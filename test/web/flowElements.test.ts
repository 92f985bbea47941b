import { describe, expect, it } from 'vitest';
import { analyze } from '@linewright/core';
import { FlowDeriver, conductorEdgeId } from '../../web/src/canvas/flowElements';
import { replaceElement } from '../../web/src/editor/commands';
import { drawTap, harness } from './harness';

// The canvas re-renders only elements whose object changed (memoized components, React Flow lookups by
// identity), so the deriver must keep every untouched node and edge object across edits and reports.
describe('React Flow elements derived from the document', () => {
  function setup() {
    const h = harness();
    const ids = drawTap(h, { lengthFt: 8 });
    h.store.setReport(analyze(h.doc()), h.store.getState().docVersion);
    const d = new FlowDeriver();
    return { h, ids, d };
  }

  it('nothing changed: the same arrays', () => {
    const { h, d } = setup();
    const n1 = d.nodes(h.store.getState());
    const e1 = d.edges(h.store.getState());
    h.store.notify('a view change only');
    expect(d.nodes(h.store.getState())).toBe(n1);
    expect(d.edges(h.store.getState())).toBe(e1);
    expect(n1).toHaveLength(4);
    expect(e1).toHaveLength(3);
  });

  it('one conductor edited: only its edge is a new object, the nodes array is kept', () => {
    const { h, ids, d } = setup();
    const n1 = d.nodes(h.store.getState());
    const e1 = d.edges(h.store.getState());
    const c = h.doc().conductors.find((x) => x.id === ids.tapId)!;
    replaceElement.run(h.ctx, { target: { kind: 'conductor', id: c.id }, value: { ...c, lengthFt: 20 }, label: 'Set length' });
    const e2 = d.edges(h.store.getState());
    expect(d.nodes(h.store.getState())).toBe(n1);
    for (let i = 0; i < e1.length; i++) {
      if (e1[i]!.id === conductorEdgeId(ids.tapId)) expect(e2[i]).not.toBe(e1[i]);
      else expect(e2[i]).toBe(e1[i]);
    }
    expect(e2.find((e) => e.id === conductorEdgeId(ids.tapId))!.data).toMatchObject({ line: '1× 3/0 Cu · 20 ft' });
  });

  it('a new report that moves one verdict changes that edge only', () => {
    const { h, ids, d } = setup();
    const c = h.doc().conductors.find((x) => x.id === ids.tapId)!;
    replaceElement.run(h.ctx, { target: { kind: 'conductor', id: c.id }, value: { ...c, lengthFt: 20 }, label: 'Set length' });
    const before = d.edges(h.store.getState());
    h.store.setReport(analyze(h.doc()), h.store.getState().docVersion);
    const after = d.edges(h.store.getState());
    const tap = conductorEdgeId(ids.tapId);
    // 20 ft of 3/0 Cu from 600 A into a 200 A breaker: NFPA 70-2023 240.21(B)(2), 200 A ≥ 600/3 A.
    expect(after.find((e) => e.id === tap)!.data).toMatchObject({ verdict: 'tap-25ft', verdictText: '25-ft tap rule' });
    for (let i = 0; i < after.length; i++) if (after[i]!.id !== tap) expect(after[i]).toBe(before[i]);
  });
});
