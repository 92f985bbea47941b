import { readFileSync, readdirSync } from 'node:fs';
import { describe, expect, it } from 'vitest';
import { loadProject, type Project } from '@linewright/core';
import { layoutTopToBottom } from '../../web/src/canvas/layout';
import { drawingGeometry, type Box, type Pt } from '../../web/src/canvas/geometry';
import { conductorLine, kindSpec } from '../../web/src/editor/equipment';

const dir = new URL('../../samples/', import.meta.url);
const samples = readdirSync(dir).filter((f) => f.endsWith('.json') && !f.endsWith('.expected.json') && f !== 'package.json');

function load(name: string): Project {
  const r = loadProject(readFileSync(new URL(name, dir), 'utf8'));
  if (!r.ok) throw new Error(`${name} does not load`);
  return r.project;
}

const overlaps = (a: Box, b: Box) => a.x < b.x + b.w && b.x < a.x + a.w && a.y < b.y + b.h && b.y < a.y + a.h;

/** Does the segment p–q pass through the inside of box b (axis-parallel segments only, as the drawing has)? */
function crosses(p: Pt, q: Pt, b: Box): boolean {
  const x1 = Math.min(p.x, q.x);
  const x2 = Math.max(p.x, q.x);
  const y1 = Math.min(p.y, q.y);
  const y2 = Math.max(p.y, q.y);
  return x1 < b.x + b.w && x2 > b.x && y1 < b.y + b.h && y2 > b.y;
}

/** Every clash on a laid-out drawing: label on label, label on a piece, label on a wire, piece on piece. */
export function clashes(p: Project, pos: Map<string, Pt>): string[] {
  const geo = drawingGeometry(p.nodes, p.conductors, p.busLinks, (id) => pos.get(id), conductorLine);
  const nodes = p.nodes.map((n) => {
    const s = kindSpec(n.kind);
    const q = pos.get(n.id)!;
    return { id: n.id, box: { x: q.x, y: q.y, w: s.width, h: s.height } };
  });
  const labels = [...geo.conductors].map(([id, g]) => ({ id, box: g.label }));
  const wires: { id: string; a: Pt; b: Pt }[] = [];
  for (const [id, g] of [...geo.conductors, ...geo.busLinks]) {
    for (let i = 1; i < g.points.length; i++) wires.push({ id, a: g.points[i - 1]!, b: g.points[i]! });
    if (g.bar) wires.push({ id, a: { x: g.bar.x1, y: g.bar.y }, b: { x: g.bar.x2, y: g.bar.y } });
  }
  const out: string[] = [];
  for (let i = 0; i < labels.length; i++) {
    for (let j = i + 1; j < labels.length; j++) if (overlaps(labels[i]!.box, labels[j]!.box)) out.push(`label ${labels[i]!.id} on label ${labels[j]!.id}`);
    for (const n of nodes) if (overlaps(labels[i]!.box, n.box)) out.push(`label ${labels[i]!.id} on ${n.id}`);
    for (const w of wires) if (crosses(w.a, w.b, labels[i]!.box)) out.push(`label ${labels[i]!.id} on the wire of ${w.id}`);
  }
  for (let i = 0; i < nodes.length; i++) for (let j = i + 1; j < nodes.length; j++) if (overlaps(nodes[i]!.box, nodes[j]!.box)) out.push(`${nodes[i]!.id} on ${nodes[j]!.id}`);
  return out;
}

describe('after Arrange, no label lies over another label, a piece or a wire (bounding boxes)', () => {
  it.each(samples)('%s', async (name) => {
    const p = load(name);
    const pos = await layoutTopToBottom(p);
    expect(pos.size).toBe(p.nodes.length);
    expect(clashes(p, pos)).toEqual([]);
  });
});

describe('the check finds clashes where there are some', () => {
  it('a piece moved 20 units under its supply: the pieces overlap and its label lies on the supply', () => {
    const p = load('demo-clinic.json');
    const pos = new Map(p.nodes.map((n) => [n.id, n.position ?? { x: 0, y: 0 }]));
    const c = p.conductors[0]!;
    const s = pos.get(c.from)!;
    pos.set(c.to, { x: s.x, y: s.y + 20 });
    const found = clashes(p, pos);
    expect(found.filter((x) => x === `${c.from} on ${c.to}` || x === `${c.to} on ${c.from}`)).toHaveLength(1);
    expect(found).toContain(`label ${c.id} on ${c.from}`);
  });
});
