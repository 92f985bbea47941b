import { analyze, type Project } from '@linewright/core';
import type { CommandContext } from '../../web/src/editor/commands/types';
import { emptyProject } from '../../web/src/editor/commands/newDrawing';
import { EditorStore } from '../../web/src/editor/store';

/** A command context without a browser: downloads are collected, there is no canvas. */
export function harness(doc: Project = emptyProject()) {
  const store = new EditorStore(doc);
  const downloads: { fileName: string; mime: string; data: Uint8Array | string }[] = [];
  const ctx: CommandContext = {
    store,
    canvas: null,
    clipboard: { fragment: null, pasteCount: 0 },
    download: (fileName, mime, data) => downloads.push({ fileName, mime, data }),
  };
  return { store, ctx, downloads, doc: () => store.getState().doc, report: () => analyze(store.getState().doc) };
}
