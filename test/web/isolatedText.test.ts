import { describe, expect, it } from 'vitest';
import { emptyProject } from '../../web/src/editor/commands/newDrawing';
import { bidiHazards, isolateSegments } from '../../web/src/panels/bidi';

/** Unicode bidi isolation (UAX #9 §2.7, isolates; the HTML <bdi> element). */
describe('isolateSegments', () => {
  const rlo = 'LP\u202E1 feeder';
  it('isolates each occurrence of a hazardous label and leaves the rest of the message plain', () => {
    const segs = isolateSegments(`Conductor to ${rlo}: 600 A exceeds 200 A; ${rlo} again.`, [rlo]);
    expect(segs.filter((s) => s.isolate).map((s) => s.text)).toEqual([rlo, rlo]);
    expect(segs.map((s) => s.text).join('')).toBe(`Conductor to ${rlo}: 600 A exceeds 200 A; ${rlo} again.`);
    expect(segs.find((s) => s.text.includes('600 A'))!.isolate).toBe(false);
  });
  it('a bidi control outside any known label still isolates its own segment', () => {
    const segs = isolateSegments('abc \u202Edef', []);
    expect(segs).toEqual([{ text: 'abc \u202Edef', isolate: true }]);
  });
  it('finds hazards among labels and ids only when they hold RTL letters or bidi controls', () => {
    const doc = emptyProject();
    doc.nodes.push({ id: 'U1', kind: 'utility', label: 'plain', voltsLL: 480, phases: 3 } as (typeof doc.nodes)[number]);
    doc.nodes.push({ id: 'U2', kind: 'utility', label: 'לוח ראשי', voltsLL: 480, phases: 3 } as (typeof doc.nodes)[number]);
    doc.nodes.push({ id: 'X\u202E', kind: 'utility', voltsLL: 480, phases: 3 } as (typeof doc.nodes)[number]);
    expect(bidiHazards(doc).sort()).toEqual(['X\u202E', 'לוח ראשי'].sort());
  });
  it('after an element is replaced in place, the answer is that of the whole list read again', () => {
    const utility = (id: string, label: string) => ({ id, kind: 'utility', label, voltsLL: 480, phases: 3 }) as ReturnType<typeof emptyProject>['nodes'][number];
    const base = emptyProject();
    const nodes = [utility('U1', 'plain'), utility('U2', 'לוח ראשי'), utility('U3', 'also plain')];
    const docs = [
      { ...base, nodes },
      { ...base, nodes: [utility('U1', 'renamed'), nodes[1]!, nodes[2]!] },
      { ...base, nodes: [nodes[0]!, nodes[1]!, utility('U3', 'LP\u202E2')] },
      { ...base, nodes: [nodes[0]!, utility('U2', 'plain now'), utility('U3', 'LP\u202E2')] },
      { ...base, nodes: [nodes[0]!, utility('U2', 'plain now'), nodes[2]!] },
    ];
    const expected = [['לוח ראשי'], ['לוח ראשי'], ['לוח ראשי', 'LP\u202E2'], ['LP\u202E2'], []];
    docs.forEach((d, i) => expect(bidiHazards(d)).toEqual(expected[i]));
  });
});
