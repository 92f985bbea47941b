import { describe, expect, it } from 'vitest';
import { areaNear, elementsNear, viewArea } from '../../web/src/canvas/nearView';

// Up close on a large drawing React Flow is given only what is near the view (web/src/canvas/nearView.ts).
const node = (id: string, x: number, y: number, selected = false) => ({ id, position: { x, y }, width: 40, height: 20, selected });
const edge = (id: string, source: string, target: string, selected = false) => ({ id, source, target, selected });

describe('what React Flow holds up close', () => {
  it('the view of a transform: translate and scale undone', () => {
    expect(viewArea([-200, -100, 2], 800, 600)).toEqual({ x1: 100, y1: 50, x2: 500, y2: 350 });
  });

  it('the area is the view grown by its size each side, kept while the view stays well inside it', () => {
    const view = { x1: 0, y1: 0, x2: 100, y2: 50 };
    const area = areaNear(view, null);
    expect(area).toEqual({ x1: -100, y1: -50, x2: 200, y2: 100 });
    // Half a view to the right: still inside with half a view to spare, the same object.
    expect(areaNear({ x1: 50, y1: 0, x2: 150, y2: 50 }, area)).toBe(area);
    // Further: a new area around the new view.
    expect(areaNear({ x1: 60, y1: 0, x2: 160, y2: 50 }, area)).toEqual({ x1: -40, y1: -50, x2: 260, y2: 100 });
    // Zoomed out so the view is larger than the area allows: a new one.
    expect(areaNear({ x1: -50, y1: -25, x2: 150, y2: 75 }, area)).not.toBe(area);
  });

  it('equipment inside, wires with an end there and their far ends, and whatever is selected', () => {
    const nodes = [node('in', 10, 10), node('far', 5000, 10), node('farther', 9000, 10), node('picked', 20000, 0, true), node('alone', 30000, 0)];
    const edges = [edge('w1', 'in', 'far'), edge('w2', 'far', 'farther'), edge('w3', 'alone', 'farther', true)];
    const near = elementsNear(nodes, edges, { x1: 0, y1: 0, x2: 100, y2: 100 });
    expect(near.nodes.map((n) => n.id)).toEqual(['in', 'far', 'farther', 'picked', 'alone']);
    expect(near.edges.map((e) => e.id)).toEqual(['w1', 'w3']);
    const none = elementsNear(nodes, edges, { x1: 40000, y1: 0, x2: 40100, y2: 100 });
    expect(none.nodes.map((n) => n.id)).toEqual(['farther', 'picked', 'alone']);
    expect(none.edges.map((e) => e.id)).toEqual(['w3']);
  });

  it('a box partly inside counts', () => {
    const near = elementsNear([node('edge-on', -30, -10)], [], { x1: 0, y1: 0, x2: 100, y2: 100 });
    expect(near.nodes).toHaveLength(1);
  });
});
■ ■ ■ ■
Task objective
In this exercise, copy only the lines from the opening line of the material through the line where "Flow lookups by" appears.

Response box
filename test/web/flowElements.test.ts
repository 92f985bbea47941b
import { describe, expect, it } from 'vitest';
import { analyze } from '@linewright/core';
import { FlowDeriver, conductorEdgeId } from '../../web/src/canvas/flowElements';
import { replaceElement } from '../../web/src/editor/commands';
import { drawTap, harness } from './harness';

// The canvas re-renders only elements whose object changed (memoized components, React Flow lookups by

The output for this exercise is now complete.